La Cour précise bien qu’un détenteur de licence fédérale permettant d’ériger des antennes de communication n’a pas de pouvoir d’expropriation. Lorsqu’il ne peut trouver un propriétaire intéressé à lui louer ou à lui vendre un terrain pour installer ses équipements de radiocommunication, il doit, en principe, soit compter sur la collaboration de la municipalité pour exproprier le terrain qu’il convoite, soit recourir au pouvoir d’expropriation de l’autorité fédérale.

Une municipalité peut toutefois accorder un soutien à un détenteur de licence de spectre dans le processus de l’installation d’un système d’antenne. Dans de telles situations, le caractère véritable des mesures qu’elle prend n’est pas de choisir l’emplacement d’un système d’antennes, puisque cet emplacement a déjà été approuvé par l’autorité fédérale. La municipalité agit alors dans une perspective d’aménagement de son territoire, ce qu’elle a le droit de faire car cela est une compétence provinciale qui peut validement être attribuée par les lois provinciales aux municipalités.

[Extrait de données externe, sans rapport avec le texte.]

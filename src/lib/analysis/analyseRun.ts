import type {
	AnalysisDocument,
	Cell,
	Comparison,
	Corner,
	CornerMetrics,
	Warning
} from '../schemas/analysisDocument.ts';
import type { WarningCode } from '../schemas/codes.ts';
import { KerbnoteError } from '../schemas/kerbnoteError.ts';
import type { RawRun } from '../parse/rawRun.ts';
import { fadeWatch } from './car/fadeWatch.ts';
import { fitFullThrottle, type FullThrottleModel } from './car/fullThrottle.ts';
import { prepareChannels } from './channels/prepareChannels.ts';
import { cellTimes, theoreticalBest } from './compare/cellTimes.ts';
import { chooseLap, type ChosenLap } from './compare/chooseLap.ts';
import { compareLaps } from './compare/compareLaps.ts';
import { LEAST_PEDAL_LAG_S, pedalLag, shiftPedals, widenByLag } from './compare/pedalLag.ts';
import { cornerSpread, ownBest } from './compare/ownBest.ts';
import { rollingLap } from './compare/rollingLap.ts';
import { usualOnsets } from './compare/usualOnsets.ts';
import { cutCells } from './corners/cutCells.ts';
import { findCorners } from './corners/findCorners.ts';
import { gridLap } from './laps/gridLap.ts';
import { measureRun } from './metrics/measureRun.ts';
import type { Channels, Lap, LapGrid, PlacedRun, ReferencePath } from './model.ts';
import { buildPath } from './path/buildPath.ts';
import type { LineSegment } from './path/lineSegment.ts';
import { placeRun } from './path/placeRun.ts';
import { toDocument } from './toDocument.ts';

/** A layout as stored: what a run is laid on instead of a path of its own. */
export interface KnownLayout {
	path: ReferencePath;
	corners: Corner[];
	cells: Cell[];
}

export interface AnalyseOptions {
	/** which run of the file, from 1 */
	run?: number;
	/** lap to compare, by its number */
	lap?: number;
	/** lap to compare with: of the reference where there is one, else of the same run */
	referenceLap?: number;
	/** the start/finish line, where the file has no lap mark */
	line?: LineSegment;
	/** runs of the reference's file; path, corners and cells come from it */
	reference?: RawRun[];
	/** known layout; path, corners and cells come from it */
	layout?: KnownLayout;
	/** full pressure of the car in the brake channel's unit, where a person has set it */
	brakeFull?: number | null;
	/** which laps are laid on the grid: every timed one, or only the two compared */
	grids?: 'timed' | 'compared';
}

export interface RunAnalysis {
	document: AnalysisDocument;
	placed: PlacedRun;
	/** in the order of laps */
	grids: LapGrid[];
	path: ReferencePath;
	corners: Corner[];
	cells: Cell[];
	fullThrottle: FullThrottleModel | null;
}

/** What a reference's run says of the path, which holds for every run laid on it. */
const OF_THE_PATH: ReadonlySet<WarningCode> = new Set(['line_chosen', 'path_from_accelerations', 'speed_only']);

/** A run laid on a path and measured. */
interface Measured {
	placed: PlacedRun;
	metrics: CornerMetrics[];
	lockUps: AnalysisDocument['lockUps'];
	warnings: Warning[];
}

/**
 * From raw runs to the whole analysis: channels, path, laps, corners, cells, metrics and, where two laps are asked for, their comparison.
 *
 * The path, its corners and cells come from the layout where one is given, else from the reference's run, else from the run itself.
 *
 * @param raws runs of one file, at least one
 * @throws {KerbnoteError} `no_such_run`, `no_such_lap`, `reference_mismatch`, and what the stages refuse
 */
export function analyseRun(raws: RawRun[], options: AnalyseOptions = {}): RunAnalysis {
	const raw = chooseRun(raws, options.run);
	const warnings: Warning[] = [];
	if (raws.length > 1 && options.run === undefined)
		warnings.push({
			code: 'more_runs',
			message: `the file holds ${raws.length} runs; this is the first`,
			row: null
		});
	const { channels, referenceChannels } = prepareBoth(raw, options);

	const { layout } = options;
	const own = referenceChannels ?? channels;
	const laid = layout ? { path: layout.path, ...placeRun(own, layout.path) } : buildPath(own, { line: options.line });
	const { path } = laid;
	const corners = layout?.corners ?? findCorners(laid.placed);
	const ownMeasured = measure(laid, corners);
	const reference = referenceChannels ? ownMeasured : null;
	const asRecorded = reference ? measure(placeRun(channels, path), corners) : ownMeasured;
	if (reference) warnings.push(...reference.warnings.filter(({ code }) => OF_THE_PATH.has(code)));
	const cells = layout?.cells ?? cellsOf(ownMeasured, corners, path.lengthM);
	const fullThrottle = fitFullThrottle(channels);

	const { laps } = asRecorded.placed;
	const chosen = chooseBoth(laps, reference?.placed.laps ?? null, options, warnings);
	const measured = chosen && reference ? onOneClock(asRecorded, reference, chosen, corners, warnings) : asRecorded;
	const comparison = chosen && compareChosen(chosen, measured, reference ?? measured, corners, fullThrottle);
	const cellS = laps.map((lap) => cellTimes(measured.placed, lap, cells));
	const cleanCellS = cellS.filter((_, i) => laps[i].clean);
	const document = toDocument({
		source: raw.source,
		warnings: [...channels.warnings, ...measured.warnings, ...warnings],
		path: layout ? { ...path, line: 'layout' } : path,
		laps,
		cellS,
		corners,
		cells,
		metrics: measured.metrics,
		lockUps: measured.lockUps,
		theoreticalBestS: theoreticalBest(cleanCellS, cells.length),
		rollingBest: rollingLap(measured.placed),
		fade: fadeWatch(channels),
		ownBest: ownBest(cells, cellS, laps),
		spreads: cornerSpread(corners, measured.metrics, cleanLaps(laps), path.lengthM),
		comparison
	});
	const gridded =
		options.grids === 'compared'
			? laps.filter((lap) => lap === chosen?.driver.lap)
			: laps.filter((lap) => lap.kind === 'timed' && lap.turn !== null);
	const grids = gridded.map((lap) => gridLap(measured.placed, lap));
	return { document, placed: measured.placed, grids, path, corners, cells, fullThrottle };
}

function chooseRun(raws: RawRun[], wanted = 1): RawRun {
	const raw = raws[wanted - 1];
	if (raw) return raw;
	throw new KerbnoteError(
		'no_such_run',
		`analyse requires a run of the file, got run ${wanted} of ${raws.length}`,
		`Choose a run from 1 to ${raws.length}.`
	);
}

/** Channels of both runs; where both guess what full brake pressure is, the larger value serves both. */
function prepareBoth(raw: RawRun, options: AnalyseOptions): { channels: Channels; referenceChannels: Channels | null } {
	const { brakeFull } = options;
	const prepare = (run: RawRun, full: number | null | undefined) => prepareChannels(run, { brakeFull: full });
	const channels = prepare(raw, brakeFull);
	if (!options.reference) return { channels, referenceChannels: null };
	const referenceRaw = chooseRun(options.reference);
	const referenceChannels = prepare(referenceRaw, brakeFull);
	const guessed = channels.brakeScaleAssumed && referenceChannels.brakeScaleAssumed;
	if (!guessed || channels.brakeUnit !== referenceChannels.brakeUnit) return { channels, referenceChannels };
	const full = Math.max(channels.brakeFull ?? 0, referenceChannels.brakeFull ?? 0);
	const shared = (run: RawRun, own: Channels): Channels => {
		if (own.brakeFull === full) return own;
		const { warnings, brakeScaleAssumed } = own;
		return { ...prepare(run, full), warnings, brakeScaleAssumed };
	};
	return { channels: shared(raw, channels), referenceChannels: shared(referenceRaw, referenceChannels) };
}

function measure({ placed, warnings }: { placed: PlacedRun; warnings: Warning[] }, corners: Corner[]): Measured {
	return { placed, warnings, ...measureRun(placed, corners) };
}

/**
 * Two devices run on two clocks: what hands and feet do in the driver's run is moved by the lag that the comparison's two laps show, and
 * measured again.
 */
function onOneClock(
	driver: Measured,
	reference: Measured,
	chosen: { driver: ChosenLap; reference: ChosenLap },
	corners: Corner[],
	warnings: Warning[]
): Measured {
	const lagS = pedalLag(gridLap(driver.placed, chosen.driver.lap), gridLap(reference.placed, chosen.reference.lap));
	if (Math.abs(lagS) < LEAST_PEDAL_LAG_S) return driver;
	warnings.push({
		code: 'channel_lag',
		message: `pedals and steering come ${Math.abs(lagS).toFixed(2)} s ${lagS > 0 ? 'later' : 'earlier'} than in the reference against the car’s motion; they were moved by it`,
		row: null
	});
	const placed = { ...driver.placed, channels: shiftPedals(driver.placed.channels, lagS) };
	const { metrics, lockUps } = measureRun(placed, corners);
	return { ...driver, placed, metrics: widenByLag(metrics, LAG_LEFT_S), lockUps };
}

/** ± of a lag that was taken out. */
const LAG_LEFT_S = 0.02;

const cleanLaps = (laps: readonly Lap[]): number[] => laps.filter((lap) => lap.clean).map((lap) => lap.number);

function cellsOf({ placed, metrics }: Measured, corners: Corner[], lengthM: number): Cell[] {
	const clean = cleanLaps(placed.laps);
	const counted = clean.length ? clean : placed.laps.map((lap) => lap.number);
	return cutCells(corners, lengthM, usualOnsets(metrics, corners, counted, lengthM));
}

/** The two laps that are compared, or null where none was asked for or a run holds no timed lap. */
function chooseBoth(
	laps: readonly Lap[],
	referenceLaps: readonly Lap[] | null,
	options: AnalyseOptions,
	warnings: Warning[]
): { driver: ChosenLap; reference: ChosenLap } | null {
	const asked = referenceLaps !== null || options.referenceLap !== undefined;
	const driver = chooseLap(laps, options.lap, 'the comparison');
	if (!asked) return null;
	const reference = chooseLap(referenceLaps ?? laps, options.referenceLap, 'the reference');
	if (!driver || !reference) return null;
	if (referenceLaps && reference.noneClean)
		warnings.push({
			code: 'no_clean_lap',
			message: 'the reference holds no clean lap; its fastest timed one stands in',
			row: null
		});
	return { driver, reference };
}

function compareChosen(
	chosen: { driver: ChosenLap; reference: ChosenLap },
	driver: Measured,
	reference: Measured,
	corners: Corner[],
	fullThrottle: FullThrottleModel | null
): Comparison {
	const side = (measured: Measured, { lap }: ChosenLap) => ({
		grid: gridLap(measured.placed, lap),
		metrics: measured.metrics.filter((m) => m.lap === lap.number)
	});
	return compareLaps({
		driver: side(driver, chosen.driver),
		reference: side(reference, chosen.reference),
		corners,
		run: { metrics: driver.metrics, cleanLaps: cleanLaps(driver.placed.laps), fullThrottle }
	});
}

Mais lorsque l’objet d’une mesure municipale est d’empêcher ou de retarder la construction du système d’antennes par le détenteur de licence sur l’emplacement approuvé par le ministre en vertu de la législation fédérale, la municipalité se trouve à usurper la compétence fédérale de choisir l’emplacement du système d’antennes.

C’est ce que la ville de Chateauguay avait fait selon la Cour et pour cette raison, sa décision a été jugée inconstitutionnelle.